The new models quickly proved their ability to handle real-world condition monitoring tasks. An early success came when Löwenmark showed that an AI model could reliably recognize signals generated by faults in sensors or sensor cables. These events are relatively common in large condition monitoring installations. They are easy to fix but finding them in the data typically requires time-consuming review by a human analyst.
“If an AI can identify these faults, the analyst only needs to review and confirm the diagnosis,” he says. “This would be a useful time saver.”
The AI assistant is evolving
AI can also help diagnose more complex problems. Newer versions of Löwenmark’s system are designed to help analysts do this work faster and more accurately. “In one example, an analyst can look at a signal and start typing a description of the problem,” Löwenmark says. “As they do that, the system can automatically pull up examples of similar events that have happened in the past, showing what the data looked like and what the problem was. That can help the analyst with their own diagnosis or point them to a colleague who has more experience diagnosing similar problems.”

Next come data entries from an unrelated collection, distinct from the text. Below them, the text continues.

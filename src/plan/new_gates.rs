//! The gates a dry run would make, as they would be written, and every load that
//! its rebuild changes. Only asked for where delay depends on load: there the
//! polarity a gate is written in matters, and so does what reads it.
//!
//! A *place* is where a signal is found in the rebuilt netlist: a constant, a net
//! that was there before, or a slot, which is a net driven anew or a new one.

use super::dry_run::DryRun;
use super::overlay::{GateStyle, Node, Operator};
use super::site::Site;
use crate::netlist::{Driver, Function, GateId, NetId, PinPrice};
use rustc_hash::FxHashMap;
use std::rc::Rc;

/// See the head of the module.
#[derive(Clone, Copy, PartialEq, Eq, Debug)]
pub(super) enum Place {
    /// A constant.
    Constant,
    /// A net that stays as it was.
    Net(NetId),
    /// A net with a new driver.
    Slot(u32),
}

/// One new gate.
pub(super) struct NewGate {
    pub(super) slot: u32,
    pub(super) inputs: Vec<Place>,
    pub(super) prices: Rc<[PinPrice]>,
}

/// See the head of the module.
pub(super) struct NewGates {
    /// Inputs before what reads them.
    pub(super) list: Vec<NewGate>,
    /// By node: where it is found, and whether inverted there.
    pub(super) shown: Vec<Option<(Place, bool)>>,
    /// By needed net of the site: where its readers find it.
    pub(super) needed: Vec<Place>,
    /// By slot.
    pub(super) slot_loads: Vec<i32>,
    /// Of nets that stay, where it changes.
    pub(super) loads: FxHashMap<NetId, i32>,
}

impl NewGates {
    /// The gates of `run`; `loads` are those of the nets as they are.
    pub(super) fn of(run: &DryRun<'_, '_>, loads: &[i32]) -> Self {
        let mut maker = Maker::new(run);
        maker.make();
        maker.finish(loads)
    }

    /// The gates that stay and whose load changes, ascending.
    pub(super) fn reloaded_drivers(&self, site: &Site<'_>) -> Vec<GateId> {
        let netlist = site.ground.netlist;
        let mut gates: Vec<GateId> = Vec::new();
        // Sorted below.
        #[allow(clippy::iter_over_hash_type)]
        for &net in self.loads.keys() {
            match netlist.driver(net) {
                Driver::Gate(gate) => gates.push(gate),
                Driver::Many(index) => {
                    let drivers = &netlist.contended()[index as usize].drivers;
                    gates.extend(drivers.iter().filter_map(|&(driver, _)| match driver {
                        Driver::Gate(gate) => Some(gate),
                        _ => None,
                    }));
                }
                _ => {}
            }
        }
        gates.sort_unstable();
        gates.dedup();
        gates
    }
}

struct Maker<'r, 's, 'a> {
    run: &'r DryRun<'s, 'a>,
    style: GateStyle,
    list: Vec<NewGate>,
    shown: Vec<Option<(Place, bool)>>,
    slots: u32,
    /// Load added to slots and to nets.
    slot_loads: Vec<i32>,
    added: FxHashMap<NetId, i32>,
    prices: FxHashMap<Function, Rc<[PinPrice]>>,
}

impl<'r, 's, 'a> Maker<'r, 's, 'a> {
    fn new(run: &'r DryRun<'s, 'a>) -> Self {
        let style = run.overlay.style();
        let own = match style {
            GateStyle::AndInverter => 0,
            _ => run.site.needed.len(),
        };
        Self {
            run,
            style,
            list: Vec::new(),
            shown: vec![None; run.overlay.len()],
            slots: own as u32,
            slot_loads: vec![0; own],
            added: FxHashMap::default(),
            prices: FxHashMap::default(),
        }
    }

    fn new_slot(&mut self) -> u32 {
        self.slots += 1;
        self.slot_loads.push(0);
        self.slots - 1
    }

    fn make(&mut self) {
        let run = self.run;
        let first = run.first_nets();
        for node in run.overlay.nodes() {
            match run.overlay.operator(node) {
                Operator::Constant => self.shown[node.index()] = Some((Place::Constant, false)),
                Operator::Net(net) => self.shown[node.index()] = Some((Place::Net(net), false)),
                _ => {
                    if let Some(existing) = run.overlay.existing(node) {
                        let place = Place::Net(existing.net);
                        self.shown[node.index()] = Some((place, existing.inverted));
                    } else if run.made.is_made[node.index()] {
                        let (slot, inverted) = match first.get(&node) {
                            Some(&(index, inverted)) => (index as u32, inverted),
                            None => (self.new_slot(), false),
                        };
                        self.gate(node, slot, inverted);
                        self.shown[node.index()] = Some((Place::Slot(slot), inverted));
                    }
                }
            }
        }
        if self.style == GateStyle::AndInverter {
            return;
        }
        // What is left of the needed nets: gates of their own, buffers, inverters.
        let mut driven: Vec<bool> = vec![false; run.site.needed.len()];
        for gate in &self.list {
            if let Some(flag) = driven.get_mut(gate.slot as usize) {
                *flag = true;
            }
        }
        for (index, literal) in run.literals.iter().enumerate() {
            if driven[index] {
                continue;
            }
            let node = literal.node();
            if run.overlay.is_gate(node) {
                self.gate(node, index as u32, literal.is_inverted());
                continue;
            }
            let (place, inverted) = self.shown[node.index()].unwrap_or((Place::Constant, false));
            if place != Place::Constant {
                let function = Function::buffer(inverted != literal.is_inverted());
                self.push(function, index as u32, vec![place]);
            }
        }
    }

    fn gate(&mut self, node: Node, slot: u32, inverted: bool) {
        let overlay = &self.run.overlay;
        let (mut places, mut flags) = (Vec::new(), Vec::new());
        for input in overlay.inputs(node) {
            let known = self.shown[input.node().index()];
            let (place, turned) = known.unwrap_or((Place::Constant, false));
            places.push(place);
            flags.push(turned != input.is_inverted());
        }
        let function = overlay.operator(node).written(&flags, inverted);
        self.push(function, slot, places);
    }

    fn push(&mut self, function: Function, slot: u32, inputs: Vec<Place>) {
        let model = self.run.site.ground.timing.delays.model();
        let free_inversions = self.style == GateStyle::AndInverter;
        let prices = self.prices.entry(function);
        let prices = Rc::clone(
            prices.or_insert_with_key(|function| model.prices(function, free_inversions).into()),
        );
        for (&place, price) in inputs.iter().zip(prices.iter()) {
            self.load(place, price.load);
        }
        self.list.push(NewGate {
            slot,
            inputs,
            prices,
        });
    }

    fn load(&mut self, place: Place, load: i32) {
        let slot = match place {
            Place::Constant => return,
            Place::Net(net) => self.added.entry(net).or_insert(0),
            Place::Slot(slot) => &mut self.slot_loads[slot as usize],
        };
        *slot = slot.saturating_add(load);
    }

    fn finish(mut self, loads: &[i32]) -> NewGates {
        let run = self.run;
        let site = run.site;
        let taken = taken_loads(run);
        let left = |net: NetId| {
            let taken = taken.get(&net).copied().unwrap_or(0);
            loads[net.index()].saturating_sub(taken)
        };
        let mut needed = Vec::with_capacity(site.needed.len());
        for (index, (each, literal)) in site.needed.iter().zip(&run.literals).enumerate() {
            let place = if self.style == GateStyle::AndInverter {
                let shown = self.shown[literal.node().index()];
                shown.map_or(Place::Constant, |(place, _)| place)
            } else {
                Place::Slot(index as u32)
            };
            self.load(place, left(each.net));
            needed.push(place);
        }
        let mut changed: FxHashMap<NetId, i32> = FxHashMap::default();
        // A map is filled; no order shows.
        #[allow(clippy::iter_over_hash_type)]
        for &net in taken.keys().chain(self.added.keys()) {
            if site.replaced.contains_key(&net) {
                continue;
            }
            let added = self.added.get(&net).copied().unwrap_or(0);
            let now = left(net).saturating_add(added);
            if now != loads[net.index()] {
                changed.insert(net, now);
            }
        }
        NewGates {
            list: self.list,
            shown: self.shown,
            needed,
            slot_loads: self.slot_loads,
            loads: changed,
        }
    }
}

/// The load that goes with the gates removed, by net.
fn taken_loads(run: &DryRun<'_, '_>) -> FxHashMap<NetId, i32> {
    let ground = run.site.ground;
    let (netlist, delays) = (ground.netlist, &ground.timing.delays);
    let mut taken: FxHashMap<NetId, i32> = FxHashMap::default();
    // Sums do not depend on the order of the set.
    #[allow(clippy::iter_over_hash_type)]
    for &gate in run.site.removed.iter().chain(&run.swept) {
        let prices = delays.prices_of(netlist, gate);
        for (&net, price) in netlist.fan_ins(gate).iter().zip(prices) {
            let slot = taken.entry(net).or_insert(0);
            *slot = slot.saturating_add(price.load);
        }
    }
    taken
}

The next iteration of the system, currently in development, aims to extend the AI model into an interactive virtual assistant for condition monitoring analysts. It will feature a “chat” interface that can respond to text queries from the user, pull up relevant data, run analytical tools and suggest the next steps needed to diagnose a problem.
Does this mean that AI condition monitoring is ready for prime time? Löwenmark is optimistic, but cautious. “I would say we have a robust framework, but every condition monitoring installation is different, so users would need to train the models with their own data and refine them to match their policies and processes. AI systems can use reinforcement learning, so the model gradually improves the relevance and accuracy of its results based on feedback from the user.”
SKF is currently investigating the transferability of his approach. Discussions are underway on a new project to apply the AI approach to other applications.
Karl Löwenmark’s work is supported by the Strategic innovation programme Process industrial IT and Automation (PiIA), a joint investment of Vinnova, Formas and the Swedish Energy Agency. In addition to Luleå University of Technology and SKF, the project also involves the research institute RISE, and paper mills SCA Munksund and Smurfit Kappa Piteå.